In Armenia, getting away unpunished after having gained three times more territories than initially planned and having committed a number of war crimes, created a growing sense of “justice by force”, the normalisation of the conflict outcomes by the mere fact that the world makes no tangible efforts to resolve it. These feelings among Armenians gradually led to the triumph of the maximalist position that they have no need to compromise at all. This “double movement” in the conflicting countries narrowed down the negotiation space until in the 2010’s it was no more possible for Azerbaijani and Armenian leaders to find common language.

As British expert Tom de Waal writes, the last round of substantial negotiations with the potential to come to an ultimate solution took place in Key West in 2001, when Azerbaijan was still represented by the previous President Heydar Aliyev. In almost 20 years since then, the peace process got less and less substantive, and after the 2012 Sochi meetings between the leaders of Russia, Azerbaijan and Armenia it wouldn’t be paid even lip service (excluding the short-lived period of false hopes in 2018). That’s why in his first statements after the escalation of violence Azerbaijani President Aliyev emphasized the ultimate failure of old formats which have utterly discredited themselves. 

Hence, the fierce fighting that has erupted in the conflict zone is primarily an outcome of the chronic mismanagement of the peace process. It has further demonstrated the deep hypocrisies and contradictions that the beneficiaries of the current world order have long tried to sweep under the carpet. Abstract and toothless calls for peace in the situation when the status-quo is deeply skewed in favour of one party at the expense of the other, in fact encourage the aggressor which can pose as peace-loving for the mere reason that it has already gained everything it wanted, by force- and at the same time alienate the losing side whose calls for restorative justice can be easily presented as aggressive.
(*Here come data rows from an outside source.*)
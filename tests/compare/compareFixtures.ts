/** Short takes and a quick comparison run shared by the compare tests (1.5 s, oversample 2). */
import { mkdtempSync } from 'node:fs';
import { tmpdir } from 'node:os';
import path from 'node:path';
import { fileURLToPath } from 'node:url';
import { synthesizeDemoTake } from '../../src/audio/demoTake.js';
import { writeWavFile } from '../../src/audio/wavWrite.js';

export const NIGHT_DRIVE = fileURLToPath(new URL('../../fixtures/designs/night-drive.json', import.meta.url));

export function makeTempDir(prefix: string): string {
  return mkdtempSync(path.join(tmpdir(), `clipbench-${prefix}-`));
}

/** The program's own deterministic plucked-string take (peak 0.45 of full scale), mono, 48 kHz. */
export async function writeDemoTake(dir: string, name: string, seconds = 1.5): Promise<string> {
  const take = synthesizeDemoTake({ seconds });
  const file = path.join(dir, name);
  await writeWavFile(file, [take.volts], take.sampleRate, '24');
  return file;
}
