import { describe, expect, it } from 'vitest';
import { binomialTailProbability } from '../../src/compare/binomial.js';
import { expectClose } from '../helpers/expectClose.js';

/** C(n, k) by the multiplicative formula, exact in doubles for the small n used here. */
function choose(n: number, k: number): number {
  let c = 1;
  for (let i = 1; i <= k; i++) c = (c * (n - k + i)) / i;
  return c;
}

describe('binomialTailProbability', () => {
  it('10 of 12 correct by guessing: (C(12,10) + C(12,11) + C(12,12)) / 2^12 = 79/4096', () => {
    // Binomial distribution, textbook: P(K >= k) = sum_{i>=k} C(n,i) p^i (1-p)^(n-i), p = 1/2.
    // Hand calculation: 66 + 12 + 1 = 79; 79 / 4096 = 0.019287...
    expectClose(binomialTailProbability(10, 12), 79 / 4096, { rtol: 1e-12 });
  });

  it('matches the textbook sum for every score of 16 trials, and its limits', () => {
    for (let k = 0; k <= 16; k++) {
      let expected = 0;
      for (let i = k; i <= 16; i++) expected += choose(16, i);
      expectClose(binomialTailProbability(k, 16), expected / 2 ** 16, { rtol: 1e-12 });
    }
    expect(binomialTailProbability(0, 10)).toBe(1);
    expect(binomialTailProbability(11, 10)).toBe(0);
    // All 5 right: 1/32 (one outcome of 2^5).
    expectClose(binomialTailProbability(5, 5), 1 / 32, { rtol: 1e-12 });
  });

  it('is self-contained, so the page can embed its source', () => {
    const rebuilt = new Function(`return ${binomialTailProbability.toString()}`)() as (k: number, n: number) => number;
    expectClose(rebuilt(10, 12), 79 / 4096, { rtol: 1e-12 });
  });
});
Promotion of ultra-pacifism in such a situation legitimizes post-factum the use of force and “the right of force”. Although some politicians and experts used to warn for many years that this approach is unsustainable, only now the international community starts to recognize the risks it bears. So, in order to prevent the conflict from further escalating, and prevent other “boiling” conflicts from such unfortunate developments, interested parties must urgently deploy qualitatively better efforts than they have done for the 26 years that passed, and stop engaging in self-deception by confusing the lack of war with peace and equating parties which are in an inherently unbalanced position.  

*Murad Muradov is Co-founder and Deputy Director of Topchubashov Center, Baku-based think tank. An alumnus of the London School of Economics (2015), Murad covers European politics, politics of identity and nationality and international political economy.